Гучков стоял перед ликующим залом, запрокинув голову. Вот наступило время! – теперь он открыто, с трибуны, мог заявить о планах переворота. Не в точности так было, переворот они придумали задолго до ареста Рабочей группы, а после её ареста не предприняли нового ничего, но сейчас всё легко сливалось и сплачивалось, чуть-чуть выправлялось в памяти, чтобы быть стройней, и брался реванш невзятого переворота. В эту минуту Гучков особенно любил слияние своего замысла и своего торжества. (И сколько милых дамских лиц! Никогда не стареет тяга в человеке.) Но избегая опасного пафоса, смягчил шуткой:

– Но господа! Этот переворот был совершён не теми, кто его сделал, а теми, против кого он был направлен. Заговорщиками были не мы, русское общество и русский народ, а сами представители власти. Почётным членом нашей революции мы могли бы провозгласить Протопопова. (Смех.) Это был не искусный заговор замаскированной группы, младотурок или младопортугальцев, а результат стихийных сил, исторической необходимости, – и в этом гарантия его незыблемой прочности. («Браво! Браво!») Не людьми этот переворот сделан, и потому не людьми может быть разрушен. Теперь надо внедрять, что наша позиция незыблемо прочна, и никакие заговорщики мира не смогут нас сбить с неё. Правда, обломки валяются ещё повсюду, – ну что ж, выметем их из нашей русской жизни! (Бурные аплодисменты.) Перед нами – великая творческая работа, для которой потребуются все гениальные силы, заложенные в душе русского народа. Мы теперь должны – победить самих себя, вернуться к спокойной жизни.

«Самих себя» он имел в виду – буйных солдат. Речь его хорошо извернулась, но только не та аудитория его слушала.

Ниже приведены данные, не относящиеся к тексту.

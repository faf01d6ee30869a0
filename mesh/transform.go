package mesh

import (
	"gonum.org/v1/gonum/spatial/r3"
)

// mapVertices returns a copy of m whose vertices are f applied to m's.
func (m *Mesh) mapVertices(f func(r3.Vec) r3.Vec) *Mesh {
	c := m.Clone()
	for i, v := range c.Vertices {
		c.Vertices[i] = f(v)
	}
	return c
}

// Translate returns a copy of m moved by v. The name is kept.
func (m *Mesh) Translate(v r3.Vec) *Mesh {
	return m.mapVertices(func(p r3.Vec) r3.Vec { return r3.Add(p, v) })
}

// Rotate returns a copy of m rotated by angle (radians, right-hand rule about
// axis) about the line through centre along axis. axis need not be unit; a
// zero axis or a zero angle leaves the vertices unchanged. The name is kept.
func (m *Mesh) Rotate(axis r3.Vec, angle float64, centre r3.Vec) *Mesh {
	if r3.Norm(axis) == 0 {
		return m.Clone()
	}
	rot := r3.NewRotation(angle, axis)
	return m.mapVertices(func(p r3.Vec) r3.Vec {
		return r3.Add(centre, rot.Rotate(r3.Sub(p, centre)))
	})
}

// Scale returns a copy of m scaled by f about the origin. A negative f is a
// point reflection (it reverses handedness), so then the vertex order of every
// triangle is reversed too, keeping the normals outward. f = 0 collapses the
// mesh to a point. The name is kept.
func (m *Mesh) Scale(f float64) *Mesh {
	c := m.mapVertices(func(p r3.Vec) r3.Vec { return r3.Scale(f, p) })
	if f < 0 {
		c.reverse()
	}
	return c
}

// reverse swaps the second and third vertex of every triangle, flipping
// every normal.
func (m *Mesh) reverse() {
	for i, t := range m.Triangles {
		m.Triangles[i] = [3]int{t[0], t[2], t[1]}
	}
}

// Mirror returns the reflection of m through the plane that passes through
// point with the given normal (need not be unit):
//
//	p' = p - 2 ((p - point)·n̂) n̂.
//
// A reflection reverses handedness, so Mirror also reverses the vertex order
// of every triangle (swapping its second and third vertices): the normals of
// the mirrored mesh stay outward and its volume stays positive. A zero normal
// returns an unchanged copy. The name is kept.
func (m *Mesh) Mirror(point, normal r3.Vec) *Mesh {
	l := r3.Norm(normal)
	if l == 0 {
		return m.Clone()
	}
	n := r3.Scale(1/l, normal)
	c := m.mapVertices(func(p r3.Vec) r3.Vec {
		return r3.Sub(p, r3.Scale(2*r3.Dot(r3.Sub(p, point), n), n))
	})
	c.reverse()
	return c
}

– И мы должны разрушить ту фортецию, которая стоит в Берлине. Я призываю вас к трудолюбивой, муравьиной работе. Я верю, что Россия выйдет из невероятно тяжкого положения, к которому привела её старая власть. Я со всех сторон вижу, как проснулись дремлющие угнетённые народные силы.

И даже слишком проснулись…

– Никогда ещё не было такого энтузиазма к работе. Правительство уверено, что падение старого режима увеличит интенсивность работы. С верой в светлое будущее русского народа…

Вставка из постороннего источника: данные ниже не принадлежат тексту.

package mesh

import (
	"fmt"
	"math"
	"strings"

	"gonum.org/v1/gonum/spatial/r3"
)

// Gap returns the smallest distance d (L0) between the surfaces of a and b
// and a closest pair of points, pa on a and pb on b. It is exact for
// triangle meshes: every candidate pair of triangles is measured by its
// vertex–face and edge–edge distances, and intersecting triangles give 0.
// Candidate pairs are found with bounding-volume hierarchies (NewTree); to
// measure many placements of the same meshes, build the trees once and call
// Tree.Gap. Gap measures surfaces: it is positive when one closed body lies
// wholly inside another without touching it (see Overlap).
func Gap(a, b *Mesh) (d float64, pa, pb r3.Vec) {
	return NewTree(a).Gap(NewTree(b))
}

// Contains reports whether p lies inside the closed mesh m. It computes the
// generalized winding number, the sum over triangles of the solid angle they
// subtend at p divided by 4π, which is 1 inside a closed surface (either
// orientation gives ±1) and 0 outside, and is robust to small cracks and to
// rays through edges. Points on the surface may go either way. O(n) in the
// number of triangles.
func Contains(m *Mesh, p r3.Vec) bool {
	return math.Abs(windingNumber(m, p)) > 0.5
}

func windingNumber(m *Mesh, p r3.Vec) float64 {
	var w float64
	for t := range m.Triangles {
		a, b, c := m.Corners(t)
		w += solidAngle(p, a, b, c)
	}
	return w / (4 * math.Pi)
}

// Overlap reports whether the bodies bounded by a and b overlap: their
// surfaces intersect or touch (a pair of triangles at distance 0), or one
// body contains the other (a vertex of one lies inside the other).
func Overlap(a, b *Mesh) bool {
	return overlapShifted(NewTree(a), r3.Vec{}, NewTree(b))
}

// overlapShifted is Overlap for ta's mesh translated by s.
func overlapShifted(ta *Tree, s r3.Vec, tb *Tree) bool {
	if d2, _, _, _ := ta.gap(s, tb, 0); d2 == 0 {
		return true
	}
	a, b := ta.mesh, tb.mesh
	if len(a.Vertices) == 0 || len(b.Vertices) == 0 {
		return false
	}
	return Contains(b, r3.Add(a.Vertices[a.Triangles[0][0]], s)) ||
		Contains(a, r3.Sub(b.Vertices[b.Triangles[0][0]], s))
}

// OffsetForGap returns the displacement s (L0) along the unit vector
// û = dir/|dir| such that the smallest gap (Gap) between
// moving.Translate(s·û) and the meshes in others equals gap (L0, > 0).
//
// Of all such s it returns the largest: the body is brought in from far away
// along -û until it first comes within gap of one of the others, so near the
// solution the gap grows with s. The search starts where the projections of
// the bodies onto û are separated by gap (the gap there is at least gap),
// walks towards smaller s in steps of one to two times the current excess
// gap (the gap changes by at most |δs| for a displacement δs, so such steps
// pass over no approach but along features thinner than the excess), and
// bisects the bracket to a relative accuracy of 1e-12 in s. Overlapping
// bodies count as below any gap.
//
// The error names the meshes when dir is zero or not finite, gap is not
// positive, others is empty, or the moving body passes the others along the
// line without ever coming within gap of them.
func OffsetForGap(moving *Mesh, others []*Mesh, dir r3.Vec, gap float64) (float64, error) {
	var names []string
	for _, o := range others {
		names = append(names, o.Name)
	}
	what := fmt.Sprintf("placing %s at gap %g from %s", moving.Name, gap, strings.Join(names, ", "))
	l := r3.Norm(dir)
	switch {
	case !(l > 0) || math.IsInf(l, 0):
		return 0, fmt.Errorf("mesh: %s: direction %v must be non-zero and finite", what, dir)
	case !(gap > 0) || math.IsInf(gap, 0):
		return 0, fmt.Errorf("mesh: %s: the gap must be positive and finite", what)
	case len(others) == 0:
		return 0, fmt.Errorf("mesh: placing %s: no other bodies to measure the gap to", moving.Name)
	case len(moving.Triangles) == 0:
		return 0, fmt.Errorf("mesh: %s: %s has no triangles", what, moving.Name)
	}
	u := r3.Scale(1/l, dir)
	tm := NewTree(moving)
	trees := make([]*Tree, 0, len(others))
	for _, o := range others {
		if len(o.Triangles) == 0 {
			return 0, fmt.Errorf("mesh: %s: %s has no triangles", what, o.Name)
		}
		trees = append(trees, NewTree(o))
	}
	mlo, mhi := projection(moving, u)
	olo, ohi := math.Inf(1), math.Inf(-1)
	for _, o := range others {
		lo, hi := projection(o, u)
		olo, ohi = math.Min(olo, lo), math.Max(ohi, hi)
	}
	// At sHi the moving body lies beyond all others along û by gap: its
	// gap is at least gap. Below sLo it lies wholly before them: it has
	// passed them.
	sHi := ohi - mlo + gap
	sLo := olo - mhi - gap
	scale := math.Max(ohi-olo, mhi-mlo) + gap

	// excess returns (smallest gap at s) - gap, and -gap when the bodies
	// overlap.
	excess := func(s float64) float64 {
		shift := r3.Scale(s, u)
		best := math.Inf(1)
		for _, t := range trees {
			if overlapShifted(tm, shift, t) {
				return -gap
			}
			d2, _, _, _ := tm.gap(shift, t, 0)
			best = math.Min(best, math.Sqrt(d2))
		}
		return best - gap
	}

	s, v := sHi, excess(sHi)
	if v < 0 {
		// Rounding at the separating position; step out a little.
		s += 1e-9 * scale
		if v = excess(s); v < 0 {
			return 0, fmt.Errorf("mesh: %s: internal error: the gap at separated projections is %g", what, v+gap)
		}
	}
	// Walk down. The gap changes by at most |δs| when the body moves by δs,
	// so a step of v cannot pass the largest solution. When the gap shrinks
	// more slowly than s, a secant estimate lengthens the step up to 2v (only
	// a feature thinner than v along û could then be stepped over). Close to
	// the solution the step overshoots to 2v to bracket it.
	const maxSteps = 100000
	prevS, prevV := math.NaN(), math.NaN()
	var lo, hi float64
	found := false
	for step := 0; step < maxSteps; step++ {
		if v == 0 {
			return s, nil
		}
		if s < sLo {
			return 0, fmt.Errorf("mesh: %s: along %v the bodies never come within the gap (closest approach above it): choose another direction", what, u)
		}
		ds := v
		if !math.IsNaN(prevV) && prevV > v {
			if slope := (prevV - v) / (prevS - s); slope > 0 {
				ds = math.Min(2*v, math.Max(v, v/slope))
			}
		} else if !math.IsNaN(prevV) {
			// The gap is not shrinking: move on at the safe step, but at
			// least a small fraction of the scene size.
			ds = math.Max(v, 1e-3*scale)
		}
		if v < 1e-3*gap {
			ds = 2*v + 1e-12*scale
		}
		ns := s - ds
		nv := excess(ns)
		if nv < 0 {
			lo, hi = ns, s
			found = true
			break
		}
		prevS, prevV, s, v = s, v, ns, nv
	}
	if !found {
		return 0, fmt.Errorf("mesh: %s: no bracket found after %d steps", what, maxSteps)
	}
	// Bisect: excess(lo) < 0 ≤ excess(hi).
	tol := 1e-12 * math.Max(math.Max(math.Abs(lo), math.Abs(hi)), scale)
	for hi-lo > tol {
		mid := lo + (hi-lo)/2
		if mid <= lo || mid >= hi {
			break
		}
		if excess(mid) < 0 {
			lo = mid
		} else {
			hi = mid
		}
	}
	return hi, nil
}

// projection returns the range of x·u over the vertices used by m's
// triangles.
func projection(m *Mesh, u r3.Vec) (lo, hi float64) {
	lo, hi = math.Inf(1), math.Inf(-1)
	for _, t := range m.Triangles {
		for _, i := range t {
			x := r3.Dot(m.Vertices[i], u)
			lo, hi = math.Min(lo, x), math.Max(hi, x)
		}
	}
	return lo, hi
}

Весь зал встал, и долго-долго-крепко аплодировали – и из этого упругого ветра набирался Гучков сил вести два военных министерства, что он, в самом деле, приуныл?

А потом выступал Коновалов, оратор не аховский, даже скучный, но общие слова умеет связать. Он – тоже заклинал: как не было ещё, но должно было стать непременно:

– Сегодня нация – поистине властитель своей судьбы. И не должно быть предела жертвам и подвигам. Русский народ-герой на фронте защищается грудью, а здесь разрушает вековые узы!

Наконец встал говорить и Терещенко, но он неожиданно где-то осип (может быть, в Экспедиции государственных бумаг) и говорил еле слышно. Впервые, защищая свою страну, мы можем смело говорить, что любим её.

Афоризм понравился, аплодировали.

Председатель мог заключить только одним: чтобы высказанные тут сегодня великие мысли по возможности распространились бы на всю необъятную Россию, а главным образом, конечно, речь Гучкова.

Уход министров из зала сопровождался большими овациями.

А ещё в собрании оказался Пуришкевич – и теперь пронзительно просил слова. Но несмотря на все его новейшие революционные заслуги, – и думские речи против правительства, и выстрелы в Распутина, – слова ему не дали: всё-таки правый. Да истерик, да скандалист.